Laplace transform of piecewise function and its derivative

Question

I have been given this piecewise function F(t) where $$F(t)= \left\{ \begin{array}{ll} 2t & 0\leq t \leq 1 \\ t & t\gt 1 \\ \end{array} \right. $$I have to find its Laplace transform and Laplace transform of its derivative and then show that it satisfies $$L[F'(t)]=sf(s)-F(0) \to (A)$$ where $f(s)=L[F(t)]$. I've tried this as follows: $$f(s)= \int_0^1(2t)e^{-st}dt \, +\int_1^{\infty} t e^{-st}dt\\=\frac {2}{s^2} -\frac{e^{-s}}{s^2} -\frac{e^{-s}}{s}$$ And $$L[F'(t)]=\frac{2}{s}- \frac{e^{-s}}{s}$$ But it doesn't satisfy the relation (A).

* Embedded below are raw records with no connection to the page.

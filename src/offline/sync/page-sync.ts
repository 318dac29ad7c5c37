/** The sync of this page: one account, real network, real clock. */
import { syncResponseSchema } from "../../../shared/schemas/sync.ts";
import { rememberedAccount } from "../account.ts";
import { announce } from "../announcements.ts";
import { apiRequest } from "../api-client.ts";
import { phoneOf } from "../logbook/phone.ts";
import { rebuildBikes } from "../logbook/rebuild-bikes.ts";
import { reportPhase } from "../sync-status.ts";
import type { Account } from "../types.ts";
import { forgetOld } from "./forget-old.ts";
import { recheckClubs } from "./recheck-clubs.ts";
import { createSyncEngine, type SyncEngine } from "./sync-engine.ts";
import { runSyncSession, type SyncSession } from "./sync-session.ts";

const EVERY_MS = 3 * 60_000;

/** One tab sends at a time. Without Web Locks two may, which costs a call and does no harm. */
async function alone(name: string, work: () => Promise<void>): Promise<void> {
  if ("locks" in navigator) await navigator.locks.request(name, work);
  else await work();
}

function schedule(callBack: () => void, delayMs: number): () => void {
  const timer = setTimeout(callBack, delayMs);
  return () => clearTimeout(timer);
}

/** Syncs when the network comes back, when the page is looked at, and every few minutes. */
function syncOnOccasion(engine: SyncEngine): () => void {
  const onOnline = () => void engine.sync();
  const onVisible = () => {
    if (document.visibilityState === "visible") void engine.sync();
  };
  const timer = setInterval(() => engine.syncInTime(), EVERY_MS);
  window.addEventListener("online", onOnline);
  document.addEventListener("visibilitychange", onVisible);
  return () => {
    clearInterval(timer);
    window.removeEventListener("online", onOnline);
    document.removeEventListener("visibilitychange", onVisible);
  };
}

export type PageSync = Pick<SyncEngine, "sync" | "stop">;

export function startPageSync(account: Account): PageSync {
  let stopped = false;
  const phone = phoneOf(account);
  const tellChanged = () => announce({ accountId: account.id, about: "entries" });
  const session: SyncSession = {
    phone,
    send: (body) => apiRequest("/api/sync", { method: "POST", body, schema: syncResponseSchema }),
    isCurrent: () => !stopped && rememberedAccount()?.id === account.id,
    onApplied: tellChanged,
  };
  const engine = createSyncEngine({
    async runSession() {
      void forgetOld(account.id);
      await alone(`sumpless-sync-${account.id}`, () => runSyncSession(session));
      await recheckClubs(phone, () => session.isCurrent());
    },
    report: (phase) => reportPhase(account.id, phase),
    schedule,
    random: Math.random,
  });
  const stopOccasions = syncOnOccasion(engine);
  void rebuildBikes(phone)
    .then((rebuilt) => rebuilt && tellChanged())
    .catch(() => undefined)
    .then(() => engine.sync());
  return {
    sync: () => engine.sync(),
    stop() {
      stopped = true;
      stopOccasions();
      engine.stop();
    },
  };
}
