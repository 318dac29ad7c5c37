import { KEPT_MS, shownClientOf } from "../query-cache.ts";

/**
 * Drops what the server said too long ago. Each answer has its own age: the cache as a whole is
 * written anew all the time.
 */
export async function forgetOld(accountId: string): Promise<void> {
  await shownClientOf(accountId)?.resetQueries({
    predicate: ({ meta, state }) =>
      meta?.persist === true &&
      state.data !== undefined &&
      Date.now() - state.dataUpdatedAt > KEPT_MS,
  });
}
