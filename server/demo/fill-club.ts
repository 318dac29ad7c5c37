import { v7 as uuid } from "uuid";
import type { Entry } from "../../shared/schemas/entry.ts";
import type { Store } from "../db/store.ts";
import type { Services } from "../services/services.ts";
import { entriesOf } from "./entries-of.ts";
import { DEMO_CLUB, DEMO_PASSWORD, demoRiders, type DemoRider } from "./invented-club.ts";

interface Parts {
  services: Services;
  store: Store;
}

function push({ services }: Parts, accountId: string, entries: Entry[]): void {
  const { results } = services.sync(accountId, { known: {}, entries });
  const refused = results.filter((result) => result.status !== "stored");
  if (refused.length > 0) throw new Error(`The demo was refused: ${JSON.stringify(refused)}`);
}

/** A rider's account, its address confirmed, with bikes and their logs. */
async function addRider(parts: Parts, { name, email, role, bikes }: DemoRider, now: Date) {
  const { id } = await parts.services.accounts.signUp({ name, email, password: DEMO_PASSWORD });
  parts.store.users.markVerified(id);
  const logs = bikes.map((bike) => {
    const bikeId = uuid();
    return { bikeId, shared: !bike.unshared, ...entriesOf(bike, bikeId, now) };
  });
  push(
    parts,
    id,
    logs.flatMap(({ byOwner }) => byOwner),
  );
  return { id, role, logs };
}

/** Makes the invented club as its people would: invited, joined, roles given, bikes shared. */
export async function fillClub(parts: Parts): Promise<void> {
  const { clubs, clubInvites, clubMembers, bikeShares, mailAllDue } = parts.services;
  const now = new Date();
  const riders = [];
  for (const rider of demoRiders) riders.push(await addRider(parts, rider, now));
  const organiser = riders.find(({ role }) => role === "organiser")!;
  const mechanic = riders.find(({ role }) => role === "mechanic")!;

  const club = clubs.add(organiser.id, DEMO_CLUB);
  const { url } = clubInvites.add(organiser.id, club.id, { uses: riders.length, days: 14 });
  const token = new URL(url).searchParams.get("token")!;
  for (const { id, logs } of riders) {
    clubInvites.accept(id, token);
    for (const { bikeId, shared } of logs) if (shared) bikeShares.share(id, bikeId, club.id);
  }
  clubMembers.setRoles(organiser.id, club.id, mechanic.id, { mechanic: true });
  const advice = riders.flatMap(({ logs }) => logs.flatMap(({ byMechanic }) => byMechanic));
  push(parts, mechanic.id, advice);
  await mailAllDue();
}
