import type { SyncResponse } from "../../../shared/schemas/sync.ts";
import { changeLogbook } from "../logbook/change-logbook.ts";
import { isMine, withoutReceipt } from "../logbook/kept-entry.ts";
import type { Phone } from "../logbook/phone.ts";
import { refreshBike } from "../logbook/refresh-bike.ts";
import { dropGone, keepPulled } from "./apply-bikes.ts";
import { applyResults } from "./apply-results.ts";
import type { Applying } from "./applying.ts";
import type { Round } from "./prepare-round.ts";

/**
 * The server was restored from a backup: it may lack what it had. Every entry this account wrote
 * is to be sent again, and every bike asked for from its beginning.
 */
async function startOver({ change, phone, bikes, touched }: Applying): Promise<void> {
  const entries = change.objectStore("entries");
  for (const row of await entries.getAll()) {
    if (!isMine(row, phone.account)) continue;
    const entry = withoutReceipt(row.entry);
    await entries.put({ unsentSince: row.savedAt, ...row, entry });
  }
  for (const [bikeId, bike] of bikes) {
    bikes.set(bikeId, { ...bike, rev: 0 });
    touched.add(bikeId);
  }
}

async function beginApplying(change: Applying["change"], phone: Phone): Promise<Applying> {
  const rows = await change.objectStore("bikes").getAll();
  const bikes = new Map(
    rows.map(({ bikeId, access, rev }) => [bikeId, { bikeId, access, rev }] as const),
  );
  return { change, phone, bikes, touched: new Set() };
}

/**
 * Applies an answer, all or nothing. False where only its results count and the phone has to ask
 * again: the server turned out to have been restored since the phone last spoke to it, or while
 * this answer was on its way.
 */
export function applyAnswer(phone: Phone, round: Round, answer: SyncResponse): Promise<boolean> {
  return changeLogbook(phone, async (change) => {
    const applying = await beginApplying(change, phone);
    const last = await change.objectStore("meta").get("sync");
    const restored = last !== undefined && last.epoch !== answer.epoch;
    if (restored) await startOver(applying);
    await applyResults(applying, answer.results);
    const counts = !restored && round.epoch === last?.epoch;
    if (counts) {
      await keepPulled(applying, answer.bikes);
      await dropGone(applying, answer.gone, round.known);
    }
    for (const bikeId of applying.touched) {
      const bike = applying.bikes.get(bikeId);
      if (bike) await refreshBike(change, bike, phone.account);
    }
    const lastSyncAt = phone.now().toISOString();
    await change.objectStore("meta").put({ id: "sync", epoch: answer.epoch, lastSyncAt });
    return counts;
  });
}
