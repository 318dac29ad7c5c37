import { v7 as makeId } from "uuid";
import type { SyncResult } from "../../../shared/schemas/sync.ts";
import type { EntryRow } from "../logbook/database.ts";
import type { Applying } from "./applying.ts";
import { dropBike } from "./drop-bike.ts";

/**
 * The server has another entry under this id. Ours keeps its content under a new id, refused, so
 * that the rider can save it once more, and leaves its place to the server's.
 */
export async function setAside({ change }: Applying, row: EntryRow): Promise<void> {
  const entries = change.objectStore("entries");
  await entries.delete(row.entry.id);
  await entries.add({
    ...row,
    entry: { ...row.entry, id: makeId() },
    refusal: { reason: "id-taken" },
  });
}

async function applyResult(applying: Applying, result: SyncResult): Promise<void> {
  const entries = applying.change.objectStore("entries");
  const row = result.id === null ? undefined : await entries.get(result.id);
  if (row?.unsentSince === undefined) return;
  applying.touched.add(row.entry.bikeId);
  const { unsentSince: _unsentSince, refusal: _refusal, ...sent } = row;
  if (result.status !== "refused") {
    await entries.put(sent);
  } else if (result.reason === "id-taken") {
    await setAside(applying, row);
  } else {
    const { reason = "invalid", errors } = result;
    await entries.put({ ...row, refusal: { reason, ...(errors && { errors }) } });
    // Entries are erased with their whole bike only: it was deleted on another phone.
    if (reason === "erased") await dropBike(applying, row.entry.bikeId);
  }
}

/** Marks each entry of a round as the server answered for it. */
export async function applyResults(applying: Applying, results: SyncResult[]): Promise<void> {
  for (const result of results) await applyResult(applying, result);
}
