import { hashKey } from "@tanstack/react-query";
import type { StoredEntry } from "../../../shared/schemas/entry.ts";
import type { SyncResponse } from "../../../shared/schemas/sync.ts";
import { withoutReceipt } from "../logbook/kept-entry.ts";
import { rememberSyringe } from "../logbook/remember-syringe.ts";
import type { EntryRow } from "../logbook/database.ts";
import { setAside } from "./apply-results.ts";
import type { Applying } from "./applying.ts";
import { dropBike } from "./drop-bike.ts";

type PulledBike = SyncResponse["bikes"][number];

const sameContent = (a: EntryRow["entry"], b: EntryRow["entry"]) =>
  hashKey([withoutReceipt(a)]) === hashKey([withoutReceipt(b)]);

/**
 * Puts the server's copy in place. One still unsent here keeps its mark until the server has
 * answered for it; one with other content under the same id is set aside, never overwritten.
 */
async function keepPulledEntry(applying: Applying, entry: StoredEntry): Promise<void> {
  const entries = applying.change.objectStore("entries");
  let row = await entries.get(entry.id);
  if (row?.unsentSince !== undefined && !sameContent(row.entry, entry)) {
    await setAside(applying, row);
    row = undefined;
  }
  const pulled = { savedAt: applying.phone.now().toISOString(), ...row, entry };
  await entries.put(pulled);
  await rememberSyringe(applying.change, pulled, applying.phone.account);
}

async function keepPulledBike(applying: Applying, bike: PulledBike): Promise<void> {
  const { bikeId, access } = bike;
  for (const entry of bike.entries)
    if (entry.bikeId === bikeId) await keepPulledEntry(applying, entry);
  const rev = Math.max(bike.rev, applying.bikes.get(bikeId)?.rev ?? 0);
  applying.bikes.set(bikeId, { bikeId, access, rev });
  applying.touched.add(bikeId);
}

export async function keepPulled(applying: Applying, bikes: PulledBike[]): Promise<void> {
  for (const bike of bikes) await keepPulledBike(applying, bike);
}

async function isWaiting({ change }: Applying, bikeId: string): Promise<boolean> {
  const rows = await change.objectStore("entries").index("bike").getAll(bikeId);
  return rows.some((row) => row.unsentSince !== undefined && !row.refusal);
}

/**
 * Heeds the server's list of bikes no longer visible: only those the phone asked about and has
 * heard nothing of since, and only once the server has answered for all that this phone has
 * written about them.
 */
export async function dropGone(
  applying: Applying,
  gone: string[],
  known: Record<string, number>,
): Promise<void> {
  for (const bikeId of gone) {
    const bike = applying.bikes.get(bikeId);
    const isLatestWord = bike !== undefined && bike.rev === known[bikeId];
    if (isLatestWord && !(await isWaiting(applying, bikeId))) await dropBike(applying, bikeId);
  }
}
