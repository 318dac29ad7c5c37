const BASE_MS = 2_000;
const CEILING_MS = 5 * 60_000;
/** A server that asks for longer is taken at its word for an hour at a time. */
const LONGEST_WAIT_MS = 60 * 60_000;

/**
 * How long to wait before the next try, ms: anything between nothing and a ceiling that doubles
 * with each failure up to 5 minutes (full jitter, so that phones coming back together do not stay
 * together), and at least what the server asked for.
 *
 * @param failures failures in a row so far, this one included
 * @param random between 0 and 1
 */
export function retryDelayMs(failures: number, random: number, retryAfterMs: number | null) {
  const ceiling = Math.min(CEILING_MS, BASE_MS * 2 ** (failures - 1));
  return Math.max(random * ceiling, Math.min(retryAfterMs ?? 0, LONGEST_WAIT_MS));
}
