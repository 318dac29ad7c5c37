import type { Applying } from "./applying.ts";

/** Takes a bike off this phone. What was not sent stays: it may be the only copy. */
export async function dropBike(
  { change, bikes, touched }: Applying,
  bikeId: string,
): Promise<void> {
  const entries = change.objectStore("entries");
  for (const row of await entries.index("bike").getAll(bikeId))
    if (row.unsentSince === undefined) await entries.delete(row.entry.id);
  await change.objectStore("bikes").delete(bikeId);
  bikes.delete(bikeId);
  touched.delete(bikeId);
}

I've also tried writing function F(t) in terms of Heaviside's unit step function as $$F(t) = 2t-tu(t-1)$$and using this Laplace transform is $$f(s)=\frac {2}{s^2} -\frac{e^{-s}}{s^2} $$ which satisfies the relation (A). My question is that why not the other way? And why it satisfies relation (A) this way? Is there any mistake or some concept involved? I don't know. Thank you in advance.